**Assignment:**
Reproduce, from the lines below, exactly the stretch that begins at the line containing "The nλ spectral bins, 250 to 1700 nm." and ends at the line containing "place = np.sqrt(np.clip(elevation, 0.0, 90.0", both included.

Data under study: Begin

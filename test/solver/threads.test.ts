import { execFileSync } from 'node:child_process';
import { afterAll, describe, expect, it } from 'vitest';
import { createSimulation, type Setup, type Simulation } from '../../solver/index.ts';
import { cornerSolids, fieldValues, MILD_PAIR, randomState, roundBubble } from './boxes.ts';

const THREADS = [2, 3, 5];
/** A program that says what memory it has and what state a bubble of gas comes to. */
const ALONE = `
  const { createHash } = await import('node:crypto');
  const { createSimulation } = await import('${new URL('../../.build/solver/index.js', import.meta.url)}');
  const sides = { left: 'wall', right: 'wall', bottom: 'periodic', top: 'periodic' };
  const fluids = { liquid: { density: 1, viscosity: 0.05 }, gas: { density: 0.1, viscosity: 0.01 }, surfaceTension: 0.01 };
  const simulation = await createSimulation({ nx: 100, ny: 30, sides, ...fluids }, 3);
  simulation.placeGas({ x: 30, y: 12, radius: 8 });
  simulation.advance(20);
  const hash = createHash('sha256').update(simulation.save()).digest('hex');
  process.stdout.write(simulation.phi.data.buffer.constructor.name + ' ' + hash);
`;
/** A program that takes over a state again and again just when new threads fall asleep: a few hundredths of a millisecond after their start. */
const FALLING_ASLEEP = `
  const { createSimulation } = await import('${new URL('../../.build/solver/index.js', import.meta.url)}');
  const sides = { left: 'wall', right: 'wall', bottom: 'periodic', top: 'periodic' };
  const fluids = { liquid: { density: 1, viscosity: 0.05 }, gas: { density: 0.1, viscosity: 0.01 }, surfaceTension: 0.01 };
  const setup = { nx: 100, ny: 30, sides, ...fluids };
  const image = (await createSimulation(setup, 1)).save();
  for (let n = 0; n < 100; n++) {
    const simulation = await createSimulation(setup, 2);
    const start = performance.now() + (n % 20) * 0.01;
    while (performance.now() < start);
    simulation.restore(image);
    simulation.advance(50);
    simulation.dispose();
  }
  process.stdout.write('through');
`;
const made: Simulation[] = [];

async function create(setup: Setup, threads: number): Promise<Simulation> {
  const simulation = await createSimulation(setup, threads);
  made.push(simulation);
  return simulation;
}

afterAll(() => {
  for (const simulation of made) simulation.dispose();
});

const walls = { left: 'wall', right: 'wall', bottom: 'periodic', top: 'periodic' } as const;
const everything: Pick<Setup, 'gravity' | 'drive' | 'soundDamping' | 'contactAngle'> = {
  gravity: { x: -1e-5, y: 3e-6 },
  drive: { kind: 'loss', coefficient: 1e-4 },
  soundDamping: 0.01,
  contactAngle: 1,
};

/** Bubbles in a channel long enough for tiles of every kind, with solids, skim, drive and walls that wet. */
const channel: Setup = {
  ...{ nx: 250, ny: 45, sides: walls, ...MILD_PAIR, ...everything },
  solid: cornerSolids(250, 45),
  skim: Float64Array.from({ length: 250 }, (_, x) => (x > 220 ? 0.01 : 0)),
  initial: { phi: roundBubble(60, 20, 9), velocity: (_, y) => ({ x: (0.2 * (y + 0.5) * (44.5 - y)) / 45 ** 2, y: 0 }) },
};
const boxes: Record<string, Setup> = {
  'a channel with bubbles, solids and skimming': channel,
  'a box periodic all round': { ...channel, sides: { left: 'periodic', right: 'periodic', bottom: 'periodic', top: 'periodic' } },
  'a liquid that thins under shear': {
    ...channel,
    liquid: { ...MILD_PAIR.liquid, rheology: { consistency: 0.002, index: 0.5, yieldStress: 1e-4, least: 1e-3 } },
  },
  'a random state between walls all round, in f64': {
    ...{ nx: 33, ny: 26, sides: { left: 'wall', right: 'slip', bottom: { speed: 0.02 }, top: 'wall' }, ...MILD_PAIR, ...everything },
    initial: randomState(33, 26, 7),
    precision: 'f64',
  },
  'liquid alone': { nx: 40, ny: 20, sides: walls, liquid: MILD_PAIR.liquid, force: { x: 1e-6, y: 0 }, initial: randomState(40, 20, 3) },
};

/** A run in pieces, with samples, gas placed on the way and a state that is taken and put back. */
function story(simulation: Simulation): unknown {
  const seen: unknown[] = [simulation.advance(23, 5)];
  if (simulation.setup.gas !== undefined) seen.push(simulation.placeGas({ x: 16, y: 12, radius: 6 }));
  seen.push(simulation.advance(1, 5), simulation.advance(40, 5));
  const { steps, shear, phi, force, upflow, gasArea, skimmed } = simulation.takeSamples();
  return [
    seen,
    steps,
    shear.left.data,
    phi.right.data,
    force.x.data,
    upflow,
    gasArea,
    skimmed,
    simulation.totals(),
    fieldValues(simulation),
  ];
}

describe('any number of threads gives the same bits', () => {
  it.each(Object.entries(boxes))('%s', async (_, setup) => {
    const alone = await create(setup, 1);
    const told = story(alone);
    for (const threads of THREADS) {
      const team = await create(setup, threads);
      expect(story(team)).toEqual(told);
      expect(Buffer.compare(team.save(), alone.save())).toBe(0);
    }
  });

  it('goes on alike from the state of a run with another number', async () => {
    const [one, three] = [await create(channel, 1), await create(channel, 3)];
    three.advance(37, 4);
    one.restore(three.save());
    three.restore(three.save());
    three.takeSamples();
    expect(one.advance(30, 4)).toEqual(three.advance(30, 4));
    expect(one.takeSamples().gasArea).toEqual(three.takeSamples().gasArea);
    expect(Buffer.compare(one.save(), three.save())).toBe(0);
  });

  it('goes on from a state taken over while its threads fall asleep', () => {
    // a program of its own, for a thread that waits in vain can only be killed; about one in sixty hung while a state brought the words of the threads along
    const node = ['--input-type=module', '--eval', FALLING_ASLEEP];
    expect(execFileSync(process.execPath, node, { encoding: 'utf8', timeout: 60_000, killSignal: 'SIGKILL' })).toBe('through');
  });

  it('names the same bad cell in the same step', async () => {
    const fast: Setup = { ...channel, speedLimit: 0.0505 };
    const alone = (await create(fast, 1)).advance(200);
    expect(alone.kind).toBe('tooFast');
    for (const threads of THREADS) expect((await create(fast, threads)).advance(200)).toEqual(alone);
  });

  it('goes on alone after its threads have ended', async () => {
    const [one, two] = [await create(channel, 1), await create(channel, 2)];
    for (const simulation of [one, two]) simulation.advance(10);
    two.dispose();
    two.dispose();
    for (const simulation of [one, two]) simulation.advance(10);
    expect(Buffer.compare(two.save(), one.save())).toBe(0);
  });

  it('takes one thread, and gives the same bits, where threads share no memory', () => {
    const hash = (first: string): string =>
      execFileSync(process.execPath, ['--input-type=module', '-e', first + ALONE], { encoding: 'utf8' });
    const without = hash('delete globalThis.SharedArrayBuffer;');
    expect(without).toMatch(/^ArrayBuffer [0-9a-f]{64}$/);
    expect(hash('')).toBe(`Shared${without}`);
  });
});
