"""Air between the observer and what he looks at: what it takes from that light and what it adds.

Over a distance s the part T = e^(−∫σ ds) comes through (front) and air of radiance J adds J (1 − T) (airlight): H.
Koschmieder, Beitr. Phys. freien Atm. 12, 33 (1924). J of evenly lit haze is the radiance of the horizon beside the picture's
subject, where T has become 0. Extinction lies on a flat earth, which is good for some tens of kilometres.
"""

from __future__ import annotations

from dataclasses import dataclass

import numpy as np

from skyoptics.light.air import Air, rayleigh_depth
from skyoptics.light.layers import MOLECULE_HEIGHT, TOP
from skyoptics.materials.ranges import within
from skyoptics.optics.bins import Bins
from skyoptics.units import DEG, NM, ArrayLike, FloatArray

CONTRAST = 0.02
"""Contrast at the visual range (Koschmieder; American Meteorological Society, *Glossary of Meteorology*)."""
LONGEST = float(-np.log(CONTRAST) * MOLECULE_HEIGHT / rayleigh_depth(550.0 * NM))
"""Visual range of pure air, 340 km [m]."""


@dataclass(frozen=True)
class Haze:
    """Haze and molecules near the ground.

    Parameters
    ----------
    visual_range : float
        Distance at which a black object keeps 2 % contrast at 550 nm, 10 m to 340 km [m]: ln 50 / extinction.
    exponent : float
        Ångström exponent of the haze, −1 to 4 [1]; near 0 for fog and mist, default 1.3 for dry haze (common practice).
    height : float
        Scale height of the haze, 100 m to 10 km [m]; default 2 km (common practice: 1 to 2 km).

    Raises
    ------
    DomainError
        Outside these ranges; beyond 340 km the molecules alone take away more.
    """

    visual_range: float
    exponent: float = 1.3
    height: float = 2000.0

    def __post_init__(self) -> None:
        within("visual range", self.visual_range, 10.0, LONGEST, "km", 1e3)
        within("haze exponent", self.exponent, -1.0, 4.0)
        within("scale height of haze", self.height, 100.0, 1e4, "m")

    @classmethod
    def of(cls, air: Air) -> Haze:
        """Return the haze that an atmosphere has at the ground: extinction is its vertical depth ÷ its scale height."""
        green = air.aerosol_depth_550 / air.aerosol_height + float(rayleigh_depth(550.0 * NM)) / MOLECULE_HEIGHT
        return cls(min(float(-np.log(CONTRAST)) / green, LONGEST), air.aerosol_exponent, air.aerosol_height)

    def extinction(self, bins: Bins, height: ArrayLike = 0.0) -> FloatArray:
        """Return the extinction of haze and molecules together, shape (…, nλ), at heights (…) [m⁻¹]."""
        haze, molecules = self._parts(bins)
        up = np.asarray(height, dtype=np.float64)[..., None]
        return haze * np.exp(-up / self.height) + molecules * np.exp(-up / MOLECULE_HEIGHT)

    def transmission(
        self, bins: Bins, elevation: ArrayLike, distance: ArrayLike, eye_height: float = 0.0
    ) -> FloatArray:
        """Return the share of light that comes through from a distance.

        Parameters
        ----------
        bins : Bins
            The nλ spectral bins; a bin's mean extinction is used.
        elevation, distance : array_like, shapes that broadcast to (…)
            Of the line of sight [rad]; along it [m].
        eye_height : float
            Of the observer above the ground [m].

        Returns
        -------
        ndarray, shape (…, nλ)
            1 at no distance [1].
        """
        sine = np.sin(np.asarray(elevation, dtype=np.float64))
        distance = np.asarray(distance, dtype=np.float64)
        depth = np.zeros(1)
        for part, scale in zip(self._parts(bins), (self.height, MOLECULE_HEIGHT), strict=True):
            length = distance * mean_exponential(distance * sine / scale) * np.exp(-eye_height / scale)
            depth = depth + part * length[..., None]
        return np.asarray(np.exp(-depth))

    def _parts(self, bins: Bins) -> tuple[FloatArray, FloatArray]:
        """Return bin means of the extinction at the ground of haze and of molecules, shapes (nλ,) [m⁻¹]."""
        wavelength = bins.at([0.125, 0.375, 0.625, 0.875])
        green = -np.log(CONTRAST) / self.visual_range - float(rayleigh_depth(550.0 * NM)) / MOLECULE_HEIGHT
        haze = max(green, 0.0) * (wavelength / (550.0 * NM)) ** -self.exponent
        return haze.mean(axis=1), rayleigh_depth(wavelength).mean(axis=1) / MOLECULE_HEIGHT


def layer_front(air: Air, bins: Bins, elevation: ArrayLike, height: float) -> FloatArray:
    """Return the share of light that comes from a cloud layer down to the observer through the air below it.

    Parameters
    ----------
    air : Air
        A clear atmosphere; `air.transmission` with the same height is its part above the layer.
    bins : Bins
        The nλ spectral bins, 250 to 1700 nm.
    elevation : array_like, shape (…)
        Of the line of sight [rad]; below the horizon, where the observer looks down on the layer, there is no air.
    height : float
        Of the layer above the observer, 0 to 100 km [m]; infinite for the whole atmosphere.

    Returns
    -------
    ndarray, shape (…, nλ)
        Bin means [1]; nan where the elevation is. From a table of 257 elevations, within 0.001.

    Raises
    ------
    DomainError
        Outside these ranges.
    """
    elevation = np.asarray(elevation, dtype=np.float64)
    nodes = np.linspace(0.0, 1.0, 257)
    wavelength = bins.at((np.arange(8) + 0.5) / 8.0)
    grid = (90.0 * DEG * nodes**2)[:, None, None]
    table = air.between(wavelength, grid, 0.0, min(height, TOP)).mean(axis=-1)
    place = np.sqrt(np.clip(elevation, 0.0, 90.0 * DEG) / (90.0 * DEG)) * (len(nodes) - 1)
    held = np.where(np.isnan(place), 0.0, place)
    cell = np.minimum(held.astype(np.int64), len(nodes) - 2)
    share = (held - cell)[..., None]
    front = table[cell] + share * (table[cell + 1] - table[cell])
    front[elevation < 0.0] = 1.0
    front[np.isnan(elevation)] = np.nan
    return np.asarray(front)


def split(sky: ArrayLike, front: ArrayLike, whole: ArrayLike) -> tuple[FloatArray, FloatArray]:
    """Divide the radiance of a clear sky into what comes from behind a layer and what from the air in front of it.

    Parameters
    ----------
    sky : array_like
        Radiance seen when the layer is not there [W m⁻² sr⁻¹ nm⁻¹].
    front, whole : array_like, broadcastable
        What comes through the air in front of the layer, and through all of the atmosphere [1], whole ≤ front.

    Returns
    -------
    behind : ndarray
        Radiance at the layer, so that front · behind + airlight is the sky again.
    airlight : ndarray
        sky · (1 − front) / (1 − whole): evenly lit air, as in Koschmieder's law.
    """
    sky, front, whole = (np.asarray(x, dtype=np.float64) for x in (sky, front, whole))
    lost = 1.0 - whole
    some = lost > 0.0
    share = np.where(some, np.clip((1.0 - front) / np.where(some, lost, 1.0), 0.0, 1.0), 0.0)
    airlight = sky * share
    lit = front > 0.0
    return np.where(lit, (sky - airlight) / np.where(lit, front, 1.0), 0.0), airlight


def mean_exponential(x: ArrayLike) -> FloatArray:
    """Return the mean of e^(−u) over u from 0 to x, (1 − e^(−x)) / x; 1 at 0."""
    x = np.asarray(x, dtype=np.float64)
    some = np.where(x == 0.0, 1.0, x)
    return np.where(x == 0.0, 1.0, -np.expm1(-some) / some)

Data under study: End

**Response box:**
        The nλ spectral bins, 250 to 1700 nm.
    elevation : array_like, shape (…)
        Of the line of sight [rad]; below the horizon, where the observer looks down on the layer, there is no air.
    height : float
        Of the layer above the observer, 0 to 100 km [m]; infinite for the whole atmosphere.

    Returns
    -------
    ndarray, shape (…, nλ)
        Bin means [1]; nan where the elevation is. From a table of 257 elevations, within 0.001.

    Raises
    ------
    DomainError
        Outside these ranges.
    """
    elevation = np.asarray(elevation, dtype=np.float64)
    nodes = np.linspace(0.0, 1.0, 257)
    wavelength = bins.at((np.arange(8) + 0.5) / 8.0)
    grid = (90.0 * DEG * nodes**2)[:, None, None]
    table = air.between(wavelength, grid, 0.0, min(height, TOP)).mean(axis=-1)
    place = np.sqrt(np.clip(elevation, 0.0, 90.0 * DEG) / (90.0 * DEG)) * (len(nodes) - 1)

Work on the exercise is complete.